Research conducted into the effects of erlotinib for lung cancer has shown that the drug improves the survival rates of patients compared to a placebo. After one year on the treatment, 31 percent of patients taking erlotinib survive, while only 22 percent of patients taking a placebo survive. Studies such as this often do not test erlotinib against an alternative lung cancer treatment, only a useless placebo. Scientists have also found that the progression of the cancer is slower for those taking erlotinib for lung cancer. Despite these positive results, erlotinib for lung cancer is only recommended as an alternative to docetaxel or for patients who do not respond to other treatments.

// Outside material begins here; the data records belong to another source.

/** --design, --ordered, --scores, --pairwise → engine options; the engine checks what fits the table. */
function parseDesignFlags(values: Record<string, string | boolean | undefined>): Partial<AnalyzeOptions> | string {
  const text = (name: string) => values[name] as string | undefined;
  const out: Partial<AnalyzeOptions> = {};
  const choices = [['design', STUDY_DESIGNS], ['ordered', ORDERED_DIMENSIONS], ['pairwise', PAIRWISE_ADJUSTMENTS]] as const;
  for (const [name, allowed] of choices) {
    const value = text(name);
    if (value === undefined) continue;
    if (!isOneOf<string>(allowed, value)) return `--${name} must be ${listChoices(allowed)} (got "${value}").`;
    (out as Record<string, unknown>)[name] = value;
  }
  if (values.stratum !== undefined && out.design === undefined) out.design = 'stratified';
  const lists = { scores: parseNumberList('scores', text('scores')), row: parseNumberList('row-scores', text('row-scores')), column: parseNumberList('column-scores', text('column-scores')) };
  for (const list of Object.values(lists)) if (typeof list === 'string') return list;
  if (lists.scores !== undefined && (lists.row !== undefined || lists.column !== undefined)) {
    return '--scores is for a table with one ordered dimension; with --row-scores or --column-scores, give both of those instead.';
  }
  if (lists.row !== undefined) out.rowScores = lists.row as number[];
  if (lists.column !== undefined) out.columnScores = lists.column as number[];
  if (lists.scores !== undefined) {
    // One list of scores belongs to the one ordered dimension; rows only when the user says so.
    if (out.ordered === 'rows') out.rowScores = lists.scores as number[];
    else out.columnScores = lists.scores as number[];
    if (out.ordered === undefined) out.ordered = 'columns';
  }
  return out;
}

const PLAN_ONLY_FLAGS = ['w', 'df', 'power', 'groups', 'allocation', 'anticipated', 'null', 'p1', 'p2', 'difference', 'ratio', 'odds-ratio', 'sensitivity', 'n'] as const;

function parseNumberList(name: string, text: string | undefined): number[] | string | undefined {
  if (text === undefined) return undefined;
  const parts = text.split(/[,:\s]+/).filter((part) => part !== '');
  const values = parts.map(Number);
  if (parts.length === 0 || values.some((value) => !Number.isFinite(value))) return `--${name} needs numbers separated by commas, like 1,2 (got "${text}").`;
  return values;
}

Patients on erlotinib don’t usually experience progression of the cancer for 2.2 months, compared to 1.8 months for placebo patients. Taking erlotinib for lung cancer also combats some of the more common symptoms of the condition. Patients taking the drug experience a reduction in cough, chest pain, and difficulty breathing.
Erlotinib for lung cancer works by blocking the receptors responsible for the affected cells' growth and multiplication. Epidermal growth factor receptors take in epidermal growth factor, which causes a chemical reaction that causes a tumor to grow. The drug blocks these receptors, which are found on most patients' tumors. It fills the receptor and thereby stops epidermal growth factor from helping the tumor grow and spread. Studies have also confirmed that some patients taking similar drugs for their lung cancer may be able to switch onto erlotinib when the old drug loses its effectiveness.
Studies have also found a strange trend in the patients who respond better to the drug. More women than men, for example, respond positively to the drug. Asians have also been identified as another group who respond better to the drug in multiple scientific studies. It also helps if patients taking erlotinib for lung cancer have never smoked.